Lil’ Fly says that it is particularly outrageous that some bullies grow up to be police officers that find people to bully. “What just happened in Houston to Donald Driver’s father is deplorable,” he notes. “Donald is in the Green Bay Packers, and is very involved in his community, and doing a lot of positive stuff. The police recently arrested his father, Marvin, at his home, and they reportedly took him to a gas station, where they beat him unconscious. He was unresponsive at the jail, so he was taken to the hospital, where he was listed as being in critical condition. He is getting better now. But this is what happens when bullies remain unchecked,” asserts Lil’ Fly.

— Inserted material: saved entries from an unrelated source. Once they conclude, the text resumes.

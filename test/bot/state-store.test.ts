// One contract for every StateStore: memory, the DuckDB file and PostgreSQL give the same answers
// for threads, post keys and the audit log. Then what only the shared store promises: a post
// and its key commit together, two processes racing on one key post once, a thread's work never
// overlaps across processes, and a dead process's thread lock is released.
import { mkdtempSync } from 'node:fs';
import { tmpdir } from 'node:os';
import { join } from 'node:path';
import pg from 'pg';
import { afterAll, describe, expect, it } from 'vitest';
import { DuckDbStateStore } from '../../bot/stores/DuckDbStateStore.js';
import { MemoryStateStore } from '../../bot/stores/MemoryStateStore.js';
import { PostgresStateStore } from '../../bot/stores/PostgresStateStore.js';
import type { KeyedPost, StateStore, ThreadState } from '../../bot/thread-state.js';
import { auditEntry } from '../helpers/audit-entry.js';
import { describeWithPostgres, uniqueName, withClient } from '../helpers/postgres.js';

const entry = auditEntry;

// Only the common fields: the stores keep a state as they are given it, whatever its stage.
const state = (threadId: string, stage: ThreadState['stage'], requester: string, updatedAt: string): ThreadState =>
  ({
    threadId,
    requester,
    channel: 'local',
    stage,
    brief: { requestText: `request of ${threadId}`, metrics: ['revenue'], dimensions: [] } as unknown as ThreadState['brief'],
    turn: 3,
    updatedAt,
  }) as ThreadState;

const keyed = (key: string, threadId = 't1'): KeyedPost => ({
  key,
  threadId,
  audit: [entry(threadId, '2026-12-01T09:00:00.000Z', 'post', { key, text: 'hello', files: [] })],
});

interface Kind {
  name: string;
  /** Opens the store; `again` reopens the same one (for what must outlive a process). */
  open: () => Promise<{ store: StateStore; again: () => Promise<StateStore> }>;
}

const dir = mkdtempSync(join(tmpdir(), 'tc-store-'));
const kinds: Kind[] = [
  {
    name: 'memory',
    open: async () => {
      const store = new MemoryStateStore();
      return { store, again: async () => store };
    },
  },
  {
    name: 'DuckDB file',
    open: async () => {
      const path = join(dir, `${uniqueName('s')}.duckdb`);
      const store = await DuckDbStateStore.open(path);
      return { store, again: async () => (await store.close(), DuckDbStateStore.open(path)) };
    },
  },
];

function contract(kind: Kind): void {
  describe(`the ${kind.name} store`, () => {
    it('keeps threads, lists them by stage and requester in update order, and outlives a reopen', async () => {
      const { store, again } = await kind.open();
      await store.put(state('t2', 'running', 'ola', '2026-12-01T10:00:00.000Z'));
      await store.put(state('t1', 'clarifying', 'maren', '2026-12-01T09:00:00.000Z'));
      await store.put(state('t3', 'done', 'maren', '2026-12-01T11:00:00.000Z'));
      // A put replaces the thread's earlier state.
      await store.put({ ...state('t3', 'running', 'maren', '2026-12-01T12:00:00.000Z'), turn: 4 });
      const reopened = await again();
      expect(await reopened.get('t3')).toEqual({ ...state('t3', 'running', 'maren', '2026-12-01T12:00:00.000Z'), turn: 4 });
      expect(await reopened.get('nope')).toBeUndefined();
      expect((await reopened.list()).map((s) => s.threadId)).toEqual(['t1', 't2', 't3']);
      expect((await reopened.list({ stages: ['running'] })).map((s) => s.threadId)).toEqual(['t2', 't3']);
      expect((await reopened.list({ stages: ['running'], requester: 'maren' })).map((s) => s.threadId)).toEqual(['t3']);
      expect(await reopened.list({ stages: ['cancelled'] })).toEqual([]);
      await reopened.close();
    });

    it('posts once under a key: a second call returns the first reference and sends nothing', async () => {
      const { store, again } = await kind.open();
      let sent = 0;
      const send = async () => `ref-${++sent}`;
      expect(await store.postOnce(keyed('t1:ack:0'), send)).toBe('ref-1');
      expect(await store.postOnce(keyed('t1:ack:0'), send)).toBe('ref-1');
      expect(await store.postOnce(keyed('t1:plan:1'), send)).toBe('ref-2');
      const reopened = await again();
      expect(await reopened.postOnce(keyed('t1:ack:0'), send)).toBe('ref-1');
      expect(sent).toBe(2);
      expect(await reopened.postRef('t1:plan:1')).toBe('ref-2');
      // One audit entry per post made.
      expect((await reopened.listAudit()).map((e) => e.detail.key)).toEqual(['t1:ack:0', 't1:plan:1']);
      await reopened.close();
    });

    it('records nothing for a post whose sending failed, so the next attempt sends it', async () => {
      const { store } = await kind.open();
      await expect(store.postOnce(keyed('t1:answer:q1'), async () => Promise.reject(new Error('platform down')))).rejects.toThrow('platform down');
      expect(await store.postRef('t1:answer:q1')).toBeUndefined();
      expect(await store.listAudit()).toEqual([]);
      expect(await store.postOnce(keyed('t1:answer:q1'), async () => 'ref-ok')).toBe('ref-ok');
      await store.recordPost('t1:other', 't1', 'r9');
      expect(await store.postRef('t1:other')).toBe('r9');
      await store.close();
    });

    it('keeps the audit log in the order written and filters it by thread and time', async () => {
      const entries = [
        entry('t1', '2026-11-30T23:59:59.000Z', 'request', { text: 'revenue trend' }),
        entry('t2', '2026-12-01T08:00:00.000Z', 'request', { text: 'bookings trend' }),
        entry('t1', '2026-12-01T09:00:00.000Z', 'sql', { subQuestion: 'q1', sql: 'SELECT $1', params: ['2024-01-01', 3, true] }),
        entry('t1', '2026-12-01T09:00:01.000Z', 'run', { event: 'finished', number: 1, replica: 'host:1' }),
      ];
      const { store, again } = await kind.open();
      for (const e of entries.slice(0, 2)) await store.appendAudit(e);
      const reopened = await again();
      for (const e of entries.slice(2)) await reopened.appendAudit(e);
      expect(await reopened.listAudit()).toEqual(entries);
      expect(await reopened.listAudit({ threadId: 't1' })).toEqual([entries[0], entries[2], entries[3]]);
      // A bare date sorts before that day's timestamps.
      expect(await reopened.listAudit({ since: '2026-12-01' })).toEqual(entries.slice(1));
      expect(await reopened.listAudit({ threadId: 't1', since: '2026-12-01T09:00:01.000Z' })).toEqual([entries[3]]);
      await reopened.close();
    });

    it('runs work under a thread lock and hands back its result', async () => {
      const { store } = await kind.open();
      expect(await store.withThreadLock('t1', async () => 42)).toBe(42);
      await expect(store.withThreadLock('t1', async () => Promise.reject(new Error('boom')))).rejects.toThrow('boom');
      // The lock is free again after a failure.
      expect(await store.withThreadLock('t1', async () => 'again')).toBe('again');
      await store.close();
    });
  });
}

for (const kind of kinds) contract(kind);

describe('the DuckDB store under a burst (group commit)', () => {
  const openFresh = () => DuckDbStateStore.open(join(mkdtempSync(join(tmpdir(), 'tc-store-burst-')), 'state.duckdb'));

  it('keeps every write of many at once, in order, and they outlive a reopen', async () => {
    const path = join(mkdtempSync(join(tmpdir(), 'tc-store-burst-')), 'state.duckdb');
    const store = await DuckDbStateStore.open(path);
    const n = 150;
    await Promise.all(
      Array.from({ length: n }, (_, i) =>
        Promise.all([
          store.put(state(`t${i}`, 'clarifying', 'maren', `2026-12-01T09:00:${String(i % 60).padStart(2, '0')}.000Z`)),
          store.appendAudit(entry(`t${i}`, '2026-12-01T09:00:00.000Z', 'request', { n: i })),
          store.recordPost(`t${i}:ack:0`, `t${i}`, `ref-${i}`),
        ]),
      ),
    );
    // Written again, now as updates of existing rows.
    await Promise.all(Array.from({ length: n }, (_, i) => store.put(state(`t${i}`, 'planning', 'maren', '2026-12-01T10:00:00.000Z'))));
    await Promise.all(Array.from({ length: n }, (_, i) => store.recordPost(`t${i}:ack:0`, `t${i}`, `ref-${i}-again`)));
    await store.close();
    const reopened = await DuckDbStateStore.open(path);
    expect((await reopened.list()).map((s) => s.stage)).toEqual(new Array(n).fill('planning'));
    expect((await reopened.listAudit()).map((e) => e.detail.n)).toEqual(Array.from({ length: n }, (_, i) => i));
    expect(await reopened.postRef('t7:ack:0')).toBe('ref-7-again');
    await reopened.close();
  });

  it('a write that fails among others fails alone: the rest of its batch is kept', async () => {
    const store = await openFresh();
    // Two ways to fail inside a batch: the database refuses the row (requester is NOT NULL), or
    // the work throws before its statement (a BigInt cannot be written as JSON).
    const refused = state('bad-row', 'clarifying', null as unknown as string, '2026-12-01T09:00:00.000Z');
    const unwritable = entry('bad-json', '2026-12-01T09:00:00.000Z', 'request', { n: 10n });
    const outcomes = await Promise.allSettled([
      ...Array.from({ length: 20 }, (_, i) => store.put(state(`t${i}`, 'clarifying', 'maren', '2026-12-01T09:00:00.000Z'))),
      store.put(refused),
      store.appendAudit(entry('t0', '2026-12-01T09:00:01.000Z', 'request', { n: 1 })),
      store.appendAudit(unwritable),
      store.appendAudit(entry('t0', '2026-12-01T09:00:02.000Z', 'request', { n: 2 })),
    ]);
    expect(outcomes.map((o) => o.status)).toEqual([...new Array<string>(20).fill('fulfilled'), 'rejected', 'fulfilled', 'rejected', 'fulfilled']);
    expect(await store.list()).toHaveLength(20);
    expect(await store.get('bad-row')).toBeUndefined();
    expect((await store.listAudit()).map((e) => e.detail.n)).toEqual([1, 2]);
    // The store goes on working after the failures.
    await store.appendAudit(entry('t0', '2026-12-01T09:00:03.000Z', 'request', { n: 3 }));
    expect((await store.listAudit()).map((e) => e.detail.n)).toEqual([1, 2, 3]);
    await store.close();
  });
});

describeWithPostgres('the PostgreSQL store', (url) => {
  const schemas: string[] = [];
  const open = (schema: string) => PostgresStateStore.open({ url, schema, poolSize: 4, lockPoolSize: 4 });
  afterAll(async () => {
    await withClient(url, async (c) => {
      for (const s of schemas) await c.query(`DROP SCHEMA IF EXISTS ${pg.escapeIdentifier(s)} CASCADE`);
    });
  });
  const fresh = () => {
    const schema = uniqueName('tc_store');
    schemas.push(schema);
    return schema;
  };

  contract({
    name: 'PostgreSQL',
    open: async () => {
      const schema = fresh();
      const store = await open(schema);
      return { store, again: async () => (await store.close(), open(schema)) };
    },
  });

  it('writes a post and its key in one transaction: a post that fails after writing leaves nothing', async () => {
    const schema = fresh();
    const store = await open(schema);
    const outbox = `${pg.escapeIdentifier(schema)}.outbox`;
    await store.pool.query(`CREATE TABLE ${outbox} (key text, body text)`);
    const write = (fail: boolean) => async (session?: { query: (t: string, v?: unknown[]) => Promise<unknown> }) => {
      await session!.query(`INSERT INTO ${outbox} VALUES ($1, $2)`, ['t1:answer:q1', 'the chart']);
      if (fail) throw new Error('died before the key was recorded');
      return 'msg-1';
    };
    await expect(store.postOnce(keyed('t1:answer:q1'), write(true))).rejects.toThrow('died');
    expect((await store.pool.query(`SELECT * FROM ${outbox}`)).rows).toEqual([]);
    expect(await store.postRef('t1:answer:q1')).toBeUndefined();
    expect(await store.postOnce(keyed('t1:answer:q1'), write(false))).toBe('msg-1');
    expect(await store.postOnce(keyed('t1:answer:q1'), write(false))).toBe('msg-1');
    expect((await store.pool.query(`SELECT key FROM ${outbox}`)).rows).toEqual([{ key: 't1:answer:q1' }]);
    await store.close();
  });

  it('two processes racing on the same keys post each once', async () => {
    const schema = fresh();
    // Two stores with their own pools stand in for two replicas.
    const [a, b] = [await open(schema), await open(schema)];
    const sent: string[] = [];
    const send = (who: string, key: string) => async () => {
      sent.push(key);
      // Long enough that the other process arrives while this one is still sending.
      await new Promise((r) => setTimeout(r, 20));
      return `${who}:${key}`;
    };
    const keys = Array.from({ length: 20 }, (_, i) => `t${i % 4}:answer:q${i}`);
    const refs = await Promise.all(keys.flatMap((k) => [a.postOnce(keyed(k), send('a', k)), b.postOnce(keyed(k), send('b', k))]));
    expect(sent.sort()).toEqual([...keys].sort());
    // Both callers of a key get the same reference.
    for (let i = 0; i < keys.length; i++) expect(refs[2 * i]).toBe(refs[2 * i + 1]);
    expect((await a.listAudit()).filter((e) => e.kind === 'post')).toHaveLength(keys.length);
    await Promise.all([a.close(), b.close()]);
  });

  it("never overlaps one thread's work across processes; other threads go on meanwhile", async () => {
    const schema = fresh();
    const [a, b] = [await open(schema), await open(schema)];
    const inside = new Map<string, number>();
    let overlaps = 0;
    let maxTogether = 0;
    const work = (threadId: string) => async () => {
      const n = (inside.get(threadId) ?? 0) + 1;
      inside.set(threadId, n);
      if (n > 1) overlaps++;
      maxTogether = Math.max(maxTogether, [...inside.values()].reduce((x, y) => x + y, 0));
      await new Promise((r) => setTimeout(r, 5));
      inside.set(threadId, n - 1);
    };
    await Promise.all(Array.from({ length: 40 }, (_, i) => (i % 2 ? a : b).withThreadLock(`t${i % 3}`, work(`t${i % 3}`))));
    expect(overlaps).toBe(0);
    // Different threads did run side by side: the lock is per thread, not global.
    expect(maxTogether).toBeGreaterThan(1);
    await Promise.all([a.close(), b.close()]);
  });

  it("releases the thread lock of a process whose connection dies", async () => {
    const schema = fresh();
    const store = await open(schema);
    let release!: () => void;
    const held = new Promise<void>((r) => (release = r));
    let pid = 0;
    // A "process" that takes the lock and never lets go; its backend is then terminated.
    const dying = store.withThreadLock('t-dead', async () => {
      await held;
    });
    await withClient(url, async (c) => {
      for (let i = 0; i < 200 && !pid; i++) {
        const r = await c.query<{ pid: number }>(`SELECT pid FROM pg_locks WHERE locktype = 'advisory' AND granted AND classid = $1`, [0x7c02]);
        pid = r.rows[0]?.pid ?? 0;
        if (!pid) await new Promise((res) => setTimeout(res, 25));
      }
      expect(pid).toBeGreaterThan(0);
      await c.query('SELECT pg_terminate_backend($1)', [pid]);
    });
    const other = await open(schema);
    expect(await other.withThreadLock('t-dead', async () => 'taken over')).toBe('taken over');
    release();
    await expect(dying).rejects.toThrow();
    await Promise.all([store.close(), other.close()]);
  });
});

Geto Boy Willie D, CEO of the group’s label has the group’s back, and is ready to defend the group in light of any ensuing controversy. In fact, Will feels so strongly, that he has penned a statement that can be found on the group’s website, which in part, states, “Not so long ago, the repercussions of bullying meant you got sent to the principal’s office or home. Today, bullies are being sent to the cemetery, often accompanied by other students and teachers. Where are the parents? I’ll tell you where they are. Many of them are standing at the door, waiting for their child to walk through the door, so they can smack them across the head, just because they feel like it. Many of these parents stand in complete denial, causing their son or daughter to become bullies, themselves. Most children learn abusive behavior from the violence and abuse they experience at home. In an effort to seek what they errantly perceive as a feeling of power, or being “superior,” such children bully, tease, put down, harass, or otherwise torment one or more victims.”
Will points out the trial currently being held against Lori Drew, a 49 year-old Missouri woman that used a fake MySpace persona to bully a thirteen year old girl into committing suicide, the first criminal trial ever held involving cyber-bullying. Will, who was born as Willie Dennis, also stated on the Huntzville’s website, “Many of the parents are bullies, themselves, so they see nothing wrong with it. Some maladjusted parents even co-opt with their child to abuse, torment or put down other children. Many parents vicariously pass on this behavior.”
The group urges those who are dealing with issues of bullying to come to their website, and read Will’s complete statement, check out Huntzville’s videos and music, and post their own experiences with bullying.